Protestors outside Thailand's parliament held their own version of a no-confidence debate against Premier Prayut Chan-O-Cha Friday night, as inside, opposition MPs rained a torrent of criticism upon his administration.

Friday marked the final day of a four-day no-confidence debate against former coup leader Prayut and his cabinet, and MPs will vote Saturday on their fate.

Prayut -- whose coalition government holds a majority -- is expected to survive the vote, but the proceedings could set off internal struggles within his party.

Activists from Thailand's youth-led pro-democracy movement decided to set up their own debate right by the parliament's entrance, hoisting portraits of Prayut and his ministers up on a truck.

Rally organisers set up a projection screen which played out the events going on inside the building.

"The opposition MPs weren't able to speak about everything in the parliament," said an 18-year-old protester who would only give his name as Petch.

"That's why we need to double down the efforts to speak about how bad the government has been doing."

Hundreds of protesters young and old brought pots and pans to create a cacophony of dissent -- a tactic borrowed from neighbouring Myanmar where an anti-coup movement is agitating against a military junta.

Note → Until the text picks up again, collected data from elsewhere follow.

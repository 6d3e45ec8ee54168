package binbybin

import (
	"context"
	"math"
	"testing"

	"github.com/desmear/desmear/sparse"
	"github.com/desmear/desmear/unfold"
)

// For R = [[1−p, p], [p, 1−p]] with generated G = (g1, g2), the factors
// are C_j = G_j / Σ_k A_jk, the estimate (n_j − b_j) C_j and its
// variance C_j² var n_j (closed form, derived here from
// μ_j = (n_j − b_j) C_j, method.md §15 Inversion and bin-by-bin factors).
// With migrations the estimate leans towards the simulated spectrum:
// data folded from a flat truth (1000, 1000) with a steep simulation
// (8000, 2000) come out as (1000·C_1·(1−p)+..., ...), not flat.
func TestFactors(t *testing.T) {
	const pm = 0.2
	g := []float64{8000, 2000}
	a, err := sparse.NewMatrix(2, 2, []int{0, 2, 4}, []int{0, 1, 0, 1}, []float64{(1 - pm) * g[0], pm * g[0], pm * g[1], (1 - pm) * g[1]}, nil)
	if err != nil {
		t.Fatal(err)
	}
	n := []float64{1000, 1000} // R (1000, 1000) with R symmetric and eps = 1
	prob := &unfold.Problem{Migrations: a, Generated: g, Data: n, Background: []float64{10, 20}}
	res, err := unfold.Unfold(context.Background(), prob, &unfold.Settings{Covariance: unfold.Full}, &Settings{})
	if err != nil {
		t.Fatal(err)
	}
	reco := []float64{(1-pm)*g[0] + pm*g[1], pm*g[0] + (1-pm)*g[1]}
	for j := range g {
		c := g[j] / reco[j]
		if f := DetailsOf(res).Factors[j]; math.Abs(f-c) > 1e-12*c {
			t.Errorf("factor %d = %v, want %v", j, f, c)
		}
		want := (n[j] - prob.Background[j]) * c
		if math.Abs(res.Estimate[j]-want) > 1e-9*want {
			t.Errorf("estimate %d = %v, want %v", j, res.Estimate[j], want)
		}
		if v := res.Covariance.At(j, j); math.Abs(v-c*c*n[j]) > 1e-9*v {
			t.Errorf("variance %d = %v, want %v", j, v, c*c*n[j])
		}
	}
	if res.Covariance.At(0, 1) != 0 {
		t.Error("bin-by-bin estimates are correlated")
	}
	if math.Abs(res.Estimate[0]-res.Estimate[1]) < 100 {
		t.Errorf("estimate %v is flat: the bias towards the simulation is gone", res.Estimate)
	}
	if DetailsOf(res).Caution == "" {
		t.Error("no caution label")
	}
}

// Different numbers of truth and reco bins are refused.
func TestNeedsSameBinning(t *testing.T) {
	a, _ := sparse.NewMatrix(3, 2, []int{0, 1, 2}, []int{0, 2}, []float64{5, 5}, nil)
	p := &unfold.Problem{Migrations: a, Generated: []float64{10, 10}, Data: []float64{100, 0, 100}}
	if _, err := unfold.Unfold(context.Background(), p, nil, &Settings{}); err == nil {
		t.Error("bin-by-bin accepted 3 reco bins for 2 truth bins")
	}
}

Dozens of riot police stood watch nearby, with a water cannon truck at the ready.

A woman wore a cauldron as a hat, with the words "Abolish 112" scrawled on it -- in reference to Thailand's draconian lese majeste law which shields the monarchy from criticism.

So far, more than 50 activists have been charged under the law since the movement kicked off in mid-July, though only four prominent leaders have been detained.

"We need to come out so that the key activists being detained in jail did not do everything in vain," said 13-year-old Iam.

- Covid-hit economy -

Besides demanding royal reforms -- once a taboo subject which has been pushed into public attention by the movement -- the protesters are also calling for the resignation of Prayut.

The former army general led a 2014 coup, and renewed his lease on power after elections in 2019 that were governed under a military-scripted constitution.

Critics say his administration -- staffed with former generals -- is unfit to run a country whose already faltering economy has been further weakened by pandemic-spurred border closures.

This week saw opposition MPs accuse Prayut and Health Minister Anutin Charnvirakul of being responsible for a new wave of coronavirus that emerged in Thailand in December.

"It was their negligence in allowing illegal gambling and illegal border crossing to happen," said Move Forward Party MP Viroj Lakkana-adisorn.